For many families in Uganda and similar settings, a child’s cough or noisy breathing is a frightening and all-too-familiar experience. This study looks closely at what happens when young children with ongoing breathing problems are brought for care, and why so many of them fail to get the right help. By listening to parents, health workers, herbalists, and local drug sellers, the researchers uncover how asthma in very young children is often missed, and what that means for children’s health, family finances, and the wider community.

Figure 1
Figure 1.

Children who struggle to breathe

The caregivers in this study all had children under five who suffered repeated bouts of coughing, chest noise, and difficulty breathing, often starting in infancy. These attacks tended to last more than two weeks, got worse at night, and were frequently set off by colds or cold weather. Parents described sounds in the chest “like a sick chick or sleeping cat,” and some noticed that their children reacted badly to dust or chilly air, or that other family members had similar problems. Health workers and herbalists confirmed that they regularly saw young children with these recurring patterns of respiratory distress. These descriptions closely match what medical guidelines recognize as typical asthma symptoms in young children.

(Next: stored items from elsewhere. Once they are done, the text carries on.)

import type { Assessment } from '@/lib/physics/model/assessment';
import type { Remedy } from '@/lib/physics/model/remedy';

/** A remedy as price and gain: scan time and SNR against the present plan. */
export interface ComparePoint {
  readonly key: string;
  /** Change of scan time, percent. */
  readonly timePct: number;
  /** Change of SNR, percent. */
  readonly snrPct: number;
  /** No other one is at least as quick with at least as much SNR. */
  readonly onFront: boolean;
  readonly leavesFold: boolean;
}

const percentOf = (now: number, then: number): number => (then / now - 1) * 100;

/** Fold that reaches the keep-clear area is left. */
export function leavesFoldInside({ assessment }: Pick<Remedy, 'assessment'>): boolean {
  return assessment.verdict === 'fold-in-keep-clear';
}

/**
 * What is listed before "show all": not those another one beats, and none that leaves fold in the keep-clear area while
 * some remedy leaves none. The tried one always stays.
 */
export function listedFirst(remedies: readonly Remedy[], triedKey: string | null): readonly Remedy[] {
  // Among those that would be listed: what another one beats must not empty the list.
  const someLeaveNone = remedies.some((remedy) => !remedy.dominated && !leavesFoldInside(remedy));
  return remedies.filter(
    (remedy) => remedy.key === triedKey || (!remedy.dominated && !(someLeaveNone && leavesFoldInside(remedy))),
  );
}

/** Remedies that have a time and an SNR, with the front of time against SNR among those that leave least fold. */
export function comparePoints(remedies: readonly Remedy[], now: Assessment): readonly ComparePoint[] {
  const { time, detail } = now;
  if (!time || !detail) return [];
  const points = remedies.flatMap((remedy): Omit<ComparePoint, 'onFront'>[] => {
    const { time: after, detail: seen } = remedy.assessment;
    if (!after || !seen) return [];
    return [
      {
        key: remedy.key,
        timePct: percentOf(time.scanS, after.scanS),
        snrPct: percentOf(detail.snr, seen.snr),
        leavesFold: leavesFoldInside(remedy),
      },
    ];
  });
  const someLeaveNone = points.some(({ leavesFold }) => !leavesFold);
  const runs = points.filter(({ leavesFold }) => !(someLeaveNone && leavesFold));
  return points.map((point) => ({ ...point, onFront: runs.includes(point) && !runs.some((other) => beats(other, point)) }));
}

/** Percent are compared as they are shown, to the tenth. */
function beats(a: Omit<ComparePoint, 'onFront'>, b: Omit<ComparePoint, 'onFront'>): boolean {
  const tenth = (value: number) => Math.round(value * 10);
  const [time, snr] = [tenth(a.timePct) - tenth(b.timePct), tenth(a.snrPct) - tenth(b.snrPct)];
  return time <= 0 && snr >= 0 && (time < 0 || snr > 0);
}

/** The front as a line: ascending in time. Points that coincide count once. */
export function frontOf(points: readonly ComparePoint[]): readonly ComparePoint[] {
  return points.filter(({ onFront }) => onFront).sort((a, b) => a.timePct - b.timePct || b.snrPct - a.snrPct);
}
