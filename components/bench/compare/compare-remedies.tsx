'use client';

import { useMemo } from 'react';
import { assess } from '@/lib/physics';
import type { Assessment } from '@/lib/physics/model/assessment';
import type { Case } from '@/lib/physics/model/case';
import type { Remedy } from '@/lib/physics/model/remedy';
import { scanTimeFigure } from '@/lib/presentation/assessment-figures';
import { formatPercent } from '@/lib/presentation/percent';
import { remedyTitle } from '@/lib/presentation/remedy-words';
import { useActiveResult } from '../bench-context';
import { CompareChart } from './compare-chart';
import { comparePoints, frontOf } from './compare-points';
import { PriceAndGain, type PriceRow } from './price-and-gain';

export interface CompareRemediesProps {
  readonly remedies: readonly Remedy[];
  readonly now: Assessment;
  readonly linkedKey: string | null;
  readonly triedKey: string | null;
  readonly onLink: (key: string | null) => void;
  readonly onTry: (remedy: Remedy) => void;
}

/** Most rows beside each other: more is a list again, and the list is below. */
const ROWS = 4;

/** Time against SNR for every remedy, and price and gain side by side for those that cost least. */
export function CompareRemedies({ remedies, now, linkedKey, triedKey, onLink, onTry }: CompareRemediesProps) {
  const { question } = useActiveResult();
  const points = useMemo(() => comparePoints(remedies, now), [remedies, now]);
  const titles = useMemo(() => new Map(remedies.map((remedy) => [remedy.key, remedyTitle(remedy)])), [remedies]);
  const reference = useMemo(() => coverRow(question, now), [question, now]);
  if (points.length === 0) return null;

  const without = points.filter(({ leavesFold }) => !leavesFold);
  const shown = (without.length > 0 ? without : points).slice(0, ROWS);
  for (const key of [triedKey, linkedKey]) {
    const extra = points.find((point) => point.key === key);
    if (extra && !shown.includes(extra)) shown.push(extra);
  }
  const rows = shown.map((point): PriceRow => {
    const remedy = remedies.find(({ key }) => key === point.key)!;
    const [before, after] = [scanTimeFigure(now, question.prescription), scanTimeFigure(remedy.assessment, remedy.prescription)];
    return { ...point, title: titles.get(point.key)!, timeWords: before === after ? after : `${before} → ${after}` };
  });
  return (
    <section aria-label="Remedies compared" className="border-b border-line px-4 py-3">
      <CompareChart
        {...{ points, titles, linkedKey, triedKey, onLink }}
        onTry={(key) => {
          const remedy = remedies.find((each) => each.key === key);
          if (remedy) onTry(remedy);
        }}
      />
      {frontOf(points).length > 1 && (
        <p className="mb-2 text-sm text-ink-soft">Dotted: nothing gives more SNR in less time. Below it, minutes buy nothing.</p>
      )}
      <PriceAndGain rows={reference ? [...rows, reference] : rows} linkedKey={linkedKey} onLink={onLink} />
    </section>
  );
}

/** What covering the whole body would cost, where less is enough: time and SNR of oversampling that nobody needs. */
function coverRow(question: Case, now: Assessment): PriceRow | null {
  const { width, time, detail } = now;
  const { prescription } = question;
  const enough = width?.firstCleanLines;
  if (!width || !time || !detail || enough === undefined || width.coverBodyLines <= enough) return null;
  const cover = answerAt(question, width.coverBodyLines);
  if (!cover?.time || !cover.detail) return null;
  const percent = (width.coverBodyLines / prescription.linesAcrossFov - 1) * 100;
  const least = (enough / prescription.linesAcrossFov - 1) * 100;
  return {
    key: 'covering-the-body',
    title: `Covering the whole body, ${formatPercent(percent, 1)} where ${formatPercent(least, 1)} is enough:`,
    timeWords: `${scanTimeFigure(now, prescription)} → ${scanTimeFigure(cover, prescription)}`,
    timePct: (cover.time.scanS / time.scanS - 1) * 100,
    snrPct: (cover.detail.snr / detail.snr - 1) * 100,
    onFront: false,
    leavesFold: false,
    reference: true,
  };
}

function answerAt(question: Case, acquiredLines: number): Assessment | null {
  try {
    return assess({ ...question, prescription: { ...question.prescription, acquiredLines } });
  } catch (error) {
    if (error instanceof Error && error.name === 'DomainError') return null;
    throw error;
  }
}
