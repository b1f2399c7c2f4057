import { handleRoute } from '@/lib/http/handle-route';
import { idParams } from '@/lib/schemas/fields/ids';
import { getScanner } from '@/lib/services/scanner/get-scanner';

export const GET = handleRoute({ params: idParams }, async ({ context, params }) => getScanner(context, params));
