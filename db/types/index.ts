import type { Insertable, Selectable, Updateable } from 'kysely';
import type { DB } from './tables';

/** Rows of the database by table name. Rows stay inside db/: they are mapped to domain types before they leave. */
export type Row<Table extends keyof DB> = Selectable<DB[Table]>;
export type NewRow<Table extends keyof DB> = Insertable<DB[Table]>;
export type RowChange<Table extends keyof DB> = Updateable<DB[Table]>;

export type { DB } from './tables';
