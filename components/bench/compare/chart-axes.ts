export interface Axis {
  readonly low: number;
  readonly high: number;
  readonly ticks: readonly number[];
}

/** Percent; changes smaller than this would otherwise fill the chart. */
const NARROWEST = 4;

/** A range that holds every value and 0, in round steps, with about four ticks. */
export function axisOf(values: readonly number[]): Axis {
  const least = Math.min(0, ...values);
  const most = Math.max(0, ...values);
  const step = roundStep(Math.max(NARROWEST, most - least) / 4);
  const low = Math.floor(least / step - 0.25) * step;
  const high = Math.ceil(most / step + 0.25) * step;
  const ticks = Array.from({ length: Math.round((high - low) / step) + 1 }, (_, i) => low + i * step);
  return { low, high, ticks };
}

/** 1, 2 or 5 times a power of ten, at least as large. */
function roundStep(atLeast: number): number {
  const power = 10 ** Math.floor(Math.log10(atLeast));
  return [1, 2, 5, 10].map((times) => times * power).find((step) => step >= atLeast - 1e-9) ?? 10 * power;
}
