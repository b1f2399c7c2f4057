import type { SiteTransaction } from '@/db/client';
import type { Session } from '@/lib/domain/pre-check/room';

export interface SessionRecord extends Session {
  readonly siteId: string;
  readonly id: string;
  readonly scannerId: string;
  readonly scannerName: string;
}

/** Sessions that touch a span of time, by scanner and time. */
export async function listSessions(
  trx: SiteTransaction,
  siteId: string,
  span: { readonly from: Date; readonly before: Date; readonly scannerId?: string },
): Promise<SessionRecord[]> {
  // No session is longer than a day, so the index bounds both ends.
  const earliest = new Date(span.from.getTime() - 86_400_000);
  let query = trx
    .selectFrom('scanner_session as e')
    .innerJoin('scanner as s', (join) => join.onRef('s.site_id', '=', 'e.site_id').onRef('s.id', '=', 'e.scanner_id'))
    .select(['e.site_id', 'e.id', 'e.scanner_id', 's.name', 'e.starts_at', 'e.ends_at'])
    .where('e.site_id', '=', siteId)
    .where('e.status', '=', 'open')
    .where('e.starts_at', '>=', earliest)
    .where('e.starts_at', '<', span.before)
    .where('e.ends_at', '>', span.from)
    .orderBy('s.name')
    .orderBy('e.starts_at');
  if (span.scannerId) query = query.where('e.scanner_id', '=', span.scannerId);
  return (await query.execute()).map((row) => ({
    siteId: row.site_id, id: row.id, scannerId: row.scanner_id, scannerName: row.name, startsAt: row.starts_at, endsAt: row.ends_at,
  }));
}

export async function findSession(trx: SiteTransaction, siteId: string, id: string): Promise<SessionRecord | null> {
  const row = await trx
    .selectFrom('scanner_session as e')
    .innerJoin('scanner as s', (join) => join.onRef('s.site_id', '=', 'e.site_id').onRef('s.id', '=', 'e.scanner_id'))
    .select(['e.site_id', 'e.id', 'e.scanner_id', 's.name', 'e.starts_at', 'e.ends_at'])
    .where('e.site_id', '=', siteId).where('e.id', '=', id).where('e.status', '=', 'open')
    .executeTakeFirst();
  return row
    ? { siteId: row.site_id, id: row.id, scannerId: row.scanner_id, scannerName: row.name, startsAt: row.starts_at, endsAt: row.ends_at }
    : null;
}

/** Two people entering sessions of one scanner take turns. */
export async function lockScanner(trx: SiteTransaction, siteId: string, scannerId: string): Promise<void> {
  await trx.selectFrom('scanner').select('id').where('site_id', '=', siteId).where('id', '=', scannerId).forUpdate().execute();
}

export async function insertSessions(
  trx: SiteTransaction,
  siteId: string,
  sessions: readonly (Session & { readonly scannerId: string; readonly id?: string })[],
  createdBy: string,
): Promise<string[]> {
  const rows = await trx
    .insertInto('scanner_session')
    .values(sessions.map(({ id, scannerId, startsAt, endsAt }) => ({
      site_id: siteId, scanner_id: scannerId, starts_at: startsAt, ends_at: endsAt, created_by: createdBy, ...(id ? { id } : {}),
    })))
    .onConflict((conflict) => conflict.doNothing())
    .returning('id')
    .execute();
  return rows.map(({ id }) => id);
}

export async function removeSession(trx: SiteTransaction, siteId: string, id: string): Promise<boolean> {
  const removed = await trx
    .updateTable('scanner_session').set({ status: 'removed' })
    .where('site_id', '=', siteId).where('id', '=', id).where('status', '=', 'open').executeTakeFirst();
  return removed.numUpdatedRows === 1n;
}
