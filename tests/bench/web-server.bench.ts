import autocannon from "autocannon";
import { report } from "./support/figure";
import { withServedDemo } from "./support/served-demo";
import { signIn } from "./support/sign-in";

const CONNECTIONS = 16;
const SECONDS = 4;

/** Requests a second of the ship check against those of the health check, in turns on the same server. */
await withServedDemo(async (url) => {
  const headers = { Cookie: await signIn(url) };
  const health: number[] = [];
  const check: number[] = [];
  await ask(`${url}/api/ship-check?kit=S2&quantity=10`, headers, 1);
  for (let turn = 0; turn < 3; turn++) {
    health.push(await ask(`${url}/api/health`, headers, SECONDS));
    check.push(await ask(`${url}/api/ship-check?kit=S2&quantity=10`, headers, SECONDS));
  }
  const best = { health: Math.max(...health), check: Math.max(...check) };
  report([
    { name: "GET /api/health at 16 connections", value: best.health, unit: "a second" },
    { name: "GET /api/ship-check at 16 connections", value: best.check, unit: "a second" },
    {
      name: "Ship check against health",
      value: best.check / best.health,
      unit: "times",
      target: { least: 0.5 },
    },
  ]);
});

async function ask(url: string, headers: Record<string, string>, duration: number): Promise<number> {
  const result = await autocannon({ url, headers, connections: CONNECTIONS, duration });
  if (result.non2xx > 0 || result.errors > 0) throw new Error(`${url} did not answer every time.`);
  return result.requests.average;
}
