import { z } from "zod";
import type { CheckPageAnswer } from "~/schemas/planning/check-answer";
import { shipCheckAnswer } from "./ship-check";
import { count, dayText, decimalText, sourcing } from "./values";

export const checkQuestion = z.object({
  kit: z.string().nullable(),
  quantity: z.int().min(1),
  by: dayText.nullable(),
  options: z.array(z.string()),
  ifs: z.array(z.string()),
});

const checkPart = z.object({
  partNumber: z.string(),
  description: z.string(),
  sourcing,
  unit: z.string(),
  decimals: count,
  supplier: z.string().nullable(),
  leadTimeDays: count,
  unitCost: decimalText.nullable(),
  hasLaterOrders: z.boolean(),
  cost: decimalText.nullable(),
});

const checkKit = z.object({
  partNumber: z.string(),
  description: z.string(),
  options: z.array(z.object({ code: z.string(), description: z.string() })),
});

export const checkPageAnswer = z.object({
  question: checkQuestion,
  answer: shipCheckAnswer.nullable(),
  problem: z.string().nullable(),
  parts: z.array(checkPart),
  kits: z.array(checkKit),
  stoppers: z.array(z.string()),
  totalParts: count,
  seesCosts: z.boolean(),
  readyByDate: count.nullable(),
  ifs: z.array(z.object({ text: z.string(), problem: z.string().nullable() })),
  without: z
    .object({ buildable: count.nullable(), earliest: dayText, cost: decimalText.nullable() })
    .nullable(),
}) satisfies z.ZodType<CheckPageAnswer>;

Names that miss the real illness

Despite these clear patterns, most children were not told they had asthma. Instead, across repeated clinic visits they were variously labeled as having pneumonia, bronchitis, tuberculosis, malaria, or simply “cough.” Some health workers avoided the word asthma altogether in children under five, preferring terms like “reactive airways” or “allergic cough.” Caregivers often received different diagnoses from different clinicians, or no firm diagnosis at all, leaving them confused and frustrated. Herbalists, in contrast, were more willing to call the condition asthma based on the symptoms they observed, while drug shop attendants usually assumed pneumonia. This confusion over names meant that the underlying pattern of chronic airway disease remained largely unrecognized.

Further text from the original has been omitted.